Wikidata content must be supported by credible references; this is particularly important, as Wikidata explicitly encourages editors to add claims that are not widely agreed, as long as they are corroborated by references. Nevertheless, despite this essential link between content and references, Wikidata's ability to systematically assess and guarantee the quality of its references remains limited. To this end, this mixed-methods study determines the relevance, accessibility and authority of Wikidata references, at scale and in different languages, using online crowdsourcing, descriptive statistics and machine learning.
- A. Piscopo, C. Phethean et E. Simperl, « What makes a good collaborative knowledge graph: group composition and quality in wikidata », In Social Informatics: 9th International Conference, SocInfo 2017, Oxford, UK, September 13-15, 2017, Proceedings, Part I 9, p. 305-322.

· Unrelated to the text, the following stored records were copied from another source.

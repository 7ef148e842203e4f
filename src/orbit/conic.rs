//! Where does a body move under an inverse-square pull or push?
//!
//! Two-body motion for every eccentricity and both signs of the force, without a special case: universal
//! variables ([`super::universal`]). [`Orbit`] is a comet's published orbit made ready; [`propagate`] moves
//! any heliocentric state, and [`propagate_with_response`] also tells how the end answers to the start velocity.
//!
//! Units au and days; [`Orbit`] is equatorial (ICRF/J2000), the propagators work in whatever axes the state has.
//! Accuracy: relative 1e-12, or ten times what half a unit in the last place of the input changes, against
//! 50-digit arithmetic (tests/conic.rs): e from 0 to 10, within 1e-12 of 1, repulsive, thousands of revolutions.
//! Left out: perturbations, non-gravitational force, relativity.

use super::elements::Elements;
use super::universal::{Reached, Start};
use crate::body::State;
use crate::error::Error;
use crate::frame::arc::Legs;
use crate::frame::ecliptic_to_equatorial;
use crate::time::Instant;
use nalgebra::{Matrix3, Vector3};

/// Gaussian gravitational constant (IAU 1976), au^1.5 / d.
const GAUSSIAN_K: f64 = 0.017_202_098_95;

/// GM of the Sun for which comet elements are published, au^3/d^2: k squared.
pub const SUN_GM_AU3_D2: f64 = GAUSSIAN_K * GAUSSIAN_K;

/// A comet's orbit about the Sun, ready to compute with.
#[derive(Clone, Debug, PartialEq)]
pub struct Orbit {
    perihelion_time: Instant,
    perihelion_distance_au: f64,
    start: Start,
    /// Unit vector from the Sun to perihelion, equatorial.
    toward_perihelion: Vector3<f64>,
    /// Unit vector along the velocity at perihelion, equatorial.
    along_perihelion: Vector3<f64>,
    normal: Vector3<f64>,
    /// sqrt(mu q (1 + e)): the angular momentum, au^2/d.
    angular_momentum: f64,
    /// The hodograph is a circle: its centre, and what turns a direction into the way from there, au/d.
    hodograph_centre: Vector3<f64>,
    hodograph_turn: Vector3<f64>,
}

/// Where a comet stands on its orbit.
#[derive(Clone, Copy, Debug, PartialEq)]
pub struct Place {
    /// Heliocentric, equatorial.
    pub state: State,
    /// Universal anomaly and whole revolutions, from which a neighbouring date is found sooner.
    pub anomaly: Anomaly,
}

/// Universal anomaly on an orbit, counted from its perihelion.
#[derive(Clone, Copy, Debug, PartialEq)]
pub struct Anomaly {
    /// Of the part that is less than a revolution, d/au; a day adds 1/r.
    pub s: f64,
    pub revolutions: f64,
}

impl Orbit {
    /// The orbit that published elements describe.
    ///
    /// # Errors
    /// What [`Elements::validate`] refuses.
    pub fn new(elements: &Elements) -> Result<Self, Error> {
        elements.validate()?;
        let (q, e) = (elements.perihelion_distance_au, elements.eccentricity);
        let (sin_node, cos_node) = libm::sincos(elements.ascending_node_deg.to_radians());
        let (sin_peri, cos_peri) = libm::sincos(elements.argument_of_perihelion_deg.to_radians());
        let (sin_inc, cos_inc) = libm::sincos(elements.inclination_deg.to_radians());
        let toward = Vector3::new(
            cos_peri * cos_node - sin_peri * sin_node * cos_inc,
            cos_peri * sin_node + sin_peri * cos_node * cos_inc,
            sin_peri * sin_inc,
        );
        let along = Vector3::new(
            -sin_peri * cos_node - cos_peri * sin_node * cos_inc,
            -sin_peri * sin_node + cos_peri * cos_node * cos_inc,
            cos_peri * sin_inc,
        );
        let angular_momentum = (SUN_GM_AU3_D2 * q * (1.0 + e)).sqrt();
        let hodograph_radius = SUN_GM_AU3_D2 / angular_momentum;
        let (along_perihelion, normal) =
            (ecliptic_to_equatorial(&along), ecliptic_to_equatorial(&toward.cross(&along)));
        Ok(Orbit {
            perihelion_time: elements.perihelion_time.instant(),
            perihelion_distance_au: q,
            start: Start { mu: SUN_GM_AU3_D2, distance: q, eta: 0.0, binding: SUN_GM_AU3_D2 * (1.0 - e) / q },
            toward_perihelion: ecliptic_to_equatorial(&toward),
            along_perihelion,
            normal,
            angular_momentum,
            hodograph_centre: along_perihelion * (hodograph_radius * e),
            hodograph_turn: normal * hodograph_radius,
        })
    }

    pub fn perihelion_time(&self) -> Instant {
        self.perihelion_time
    }

    pub fn perihelion_distance_au(&self) -> f64 {
        self.perihelion_distance_au
    }

    /// Period of revolution, days; None for an open orbit.
    pub fn period_days(&self) -> Option<f64> {
        self.start.period_days()
    }

    /// Unit vector of the orbital angular momentum, equatorial.
    pub fn normal(&self) -> Vector3<f64> {
        self.normal
    }

    /// The comet at an instant.
    pub fn place_at(&self, time: Instant) -> Place {
        self.place_after(self.days_from_perihelion(time))
    }

    /// The comet that many days after perihelion.
    pub fn place_after(&self, days: f64) -> Place {
        self.place(&self.start.after(days))
    }

    /// The velocity, au/d, at a place on the orbit, given its distance from the Sun.
    pub fn velocity_at(&self, position_au: &Vector3<f64>, distance_au: f64) -> Vector3<f64> {
        self.hodograph_centre + self.hodograph_turn.cross(position_au) * (1.0 / distance_au)
    }

    /// The comet where its universal anomaly, whole revolutions included, has that value, and days from perihelion.
    pub fn at_anomaly(&self, whole: f64) -> (State, f64) {
        let turn =
            if self.start.binding > 0.0 { std::f64::consts::TAU / self.start.binding.sqrt() } else { f64::INFINITY };
        let revolutions = (whole / turn).round();
        let s = if revolutions == 0.0 { whole } else { whole - revolutions * turn };
        let g = self.start.universal(s);
        let rest_days = self.perihelion_distance_au * g[1] + SUN_GM_AU3_D2 * g[3];
        let days = rest_days + if revolutions == 0.0 { 0.0 } else { revolutions * self.period_days().unwrap_or(0.0) };
        (self.place(&Reached { s, revolutions, rest_days, g }).state, days)
    }

    /// The universal anomaly, whole revolutions included.
    pub fn whole_anomaly(&self, anomaly: &Anomaly) -> f64 {
        if anomaly.revolutions == 0.0 {
            return anomaly.s;
        }
        anomaly.s + anomaly.revolutions * std::f64::consts::TAU / self.start.binding.sqrt()
    }

    /// Legs of the true anomaly, for several angles at a time.
    pub fn true_anomaly(&self, position_au: &Vector3<f64>) -> Legs {
        Legs { opposite: position_au.dot(&self.along_perihelion), adjacent: position_au.dot(&self.toward_perihelion) }
    }

    /// Angle from perihelion to a place on the orbit, seen from the Sun: [-pi, pi], negative before perihelion.
    pub fn true_anomaly_rad(&self, position_au: &Vector3<f64>) -> f64 {
        self.true_anomaly(position_au).arc_rad()
    }

    /// Days from the elements' perihelion, negative before it.
    pub fn days_from_perihelion(&self, time: Instant) -> f64 {
        time.tdb_days() - self.perihelion_time.tdb_days()
    }

    /// In the perifocal plane x = q - mu G2, y = h G1, with r = q + e mu G2.
    fn place(&self, reached: &Reached) -> Place {
        let g = &reached.g;
        let r = self.start.distance_at(g);
        let x = self.perihelion_distance_au - SUN_GM_AU3_D2 * g[2];
        let y = self.angular_momentum * g[1];
        let vx = -SUN_GM_AU3_D2 * g[1] / r;
        let vy = self.angular_momentum * g[0] / r;
        Place {
            state: State {
                position_au: self.toward_perihelion * x + self.along_perihelion * y,
                velocity_au_d: self.toward_perihelion * vx + self.along_perihelion * vy,
            },
            anomaly: Anomaly { s: reached.s, revolutions: reached.revolutions },
        }
    }
}

/// How an end state answers to the velocity at the start.
#[derive(Clone, Copy, Debug, PartialEq)]
pub struct Response {
    /// d(end position) / d(start velocity), days; row = component of the end.
    pub position: Matrix3<f64>,
    /// d(end velocity) / d(start velocity); row = component of the end.
    pub velocity: Matrix3<f64>,
}

/// The state `days` later (negative: earlier) under the acceleration -mu r / r^3.
///
/// `mu` may be negative (a push) or zero; the start must not lie at the centre.
pub fn propagate(mu_au3_d2: f64, from: &State, days: f64) -> State {
    let start = start_of(mu_au3_d2, from);
    Lagrange::of(&start, &start.after(days)).apply(from)
}

/// The same by the slow solver alone, which brackets the root and cannot fail; the two are compared in tests.
pub fn propagate_bracketed(mu_au3_d2: f64, from: &State, days: f64) -> State {
    let start = start_of(mu_au3_d2, from);
    Lagrange::of(&start, &start.after_bracketed(days)).apply(from)
}

/// The state `days` later and its derivative with respect to the start velocity.
///
/// Differentiating t(s) = days at fixed `days`, with dG_n/ds = G_(n-1) and dG_n/dB = (n G_(n+2) - s G_(n+1)) / 2.
pub fn propagate_with_response(mu_au3_d2: f64, from: &State, days: f64) -> (State, Response) {
    let start = start_of(mu_au3_d2, from);
    let Start { mu, distance: r0, eta: eta0, binding } = start;
    let reached = start.after(days);
    let g = reached.g;
    let (r0_vec, v0_vec) = (from.position_au, from.velocity_au_d);

    // G3, G4 and G5 grow with the whole anomaly, revolutions included; G0 to G2 repeat.
    let whole = start.whole_anomaly(&reached);
    let g3 = if reached.revolutions == 0.0 { g[3] } else { (whole - g[1]) / binding };
    let [g4, g5] = start.universal_high(whole, &[g[0], g[1], g[2], g3]);
    let slope_1 = 0.5 * (g3 - whole * g[2]);
    let slope_2 = 0.5 * (2.0 * g4 - whole * g3);
    let slope_3 = 0.5 * (3.0 * g5 - whole * g4);
    let slope_0 = -0.5 * whole * g[1];

    let r = start.distance_at(&g);
    let binding_by_v = v0_vec * -2.0;
    let eta_by_v = r0_vec;
    let time_by_binding = r0 * slope_1 + eta0 * slope_2 + mu * slope_3;
    let s_by_v = (eta_by_v * g[2] + binding_by_v * time_by_binding) / -r;
    let g0_by_v = s_by_v * (-binding * g[1]) + binding_by_v * slope_0;
    let g1_by_v = s_by_v * g[0] + binding_by_v * slope_1;
    let g2_by_v = s_by_v * g[1] + binding_by_v * slope_2;
    let r_by_v = g0_by_v * r0 + eta_by_v * g[1] + g1_by_v * eta0 + g2_by_v * mu;

    let f_by_v = g2_by_v * (-mu / r0);
    let g_by_v = g1_by_v * r0 + eta_by_v * g[2] + g2_by_v * eta0;
    let f_rate_by_v = g1_by_v * (-mu / (r * r0)) + r_by_v * (mu * g[1] / (r * r * r0));
    let g_rate_by_v = g2_by_v * (-mu / r) + r_by_v * (mu * g[2] / (r * r));

    let lagrange = Lagrange::of(&start, &reached);
    let identity = Matrix3::identity();
    let response = Response {
        position: identity * lagrange.g + r0_vec * f_by_v.transpose() + v0_vec * g_by_v.transpose(),
        velocity: identity * lagrange.g_rate + r0_vec * f_rate_by_v.transpose() + v0_vec * g_rate_by_v.transpose(),
    };
    (lagrange.apply(from), response)
}

fn start_of(mu: f64, from: &State) -> Start {
    let distance = from.position_au.norm();
    Start {
        mu,
        distance,
        eta: from.position_au.dot(&from.velocity_au_d),
        binding: 2.0 * mu / distance - from.velocity_au_d.norm_squared(),
    }
}

/// Lagrange's coefficients: r = f r0 + g v0, v = f_rate r0 + g_rate v0.
struct Lagrange {
    f: f64,
    g: f64,
    f_rate: f64,
    g_rate: f64,
}

impl Lagrange {
    fn of(start: &Start, reached: &Reached) -> Self {
        let g = &reached.g;
        let r = start.distance_at(g);
        // Two forms of g that are equal; each cancels where the other does not (over long times on an
        // ellipse, and past the centre on a fast fly-by).
        let (near, turned) = (start.distance * g[1], start.eta * g[2]);
        let fallen = start.mu * g[3];
        let by_time = reached.rest_days.abs() + fallen.abs() < near.abs() + turned.abs();
        Lagrange {
            f: 1.0 - start.mu * g[2] / start.distance,
            g: if by_time { reached.rest_days - fallen } else { near + turned },
            f_rate: -start.mu * g[1] / (r * start.distance),
            g_rate: 1.0 - start.mu * g[2] / r,
        }
    }

    fn apply(&self, from: &State) -> State {
        State {
            position_au: from.position_au * self.f + from.velocity_au_d * self.g,
            velocity_au_d: from.position_au * self.f_rate + from.velocity_au_d * self.g_rate,
        }
    }
}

The collaborative production processes in Wikidata have not yet been explored. It is essential to understand them in order to prevent potentially harmful community dynamics and ensure the long-term viability of the project. This regression analysis examines how the contribution of different types of users, namely robots and human editors, both registered and anonymous, affects the quality of output in Wikidata. In addition, this study examines the effects of length of employment and diversity of interests among registered users. Its results show that a balanced contribution of bots and human editors has a positive influence on the quality of results, whereas a high number of anonymous edits can adversely affect performance. Seniority and diversity of interests within the groups also lead to better quality. These results may be useful for identifying and dealing with groups likely to perform less well in Wikidata. Further work should analyse in detail the respective contributions of robots and registered users.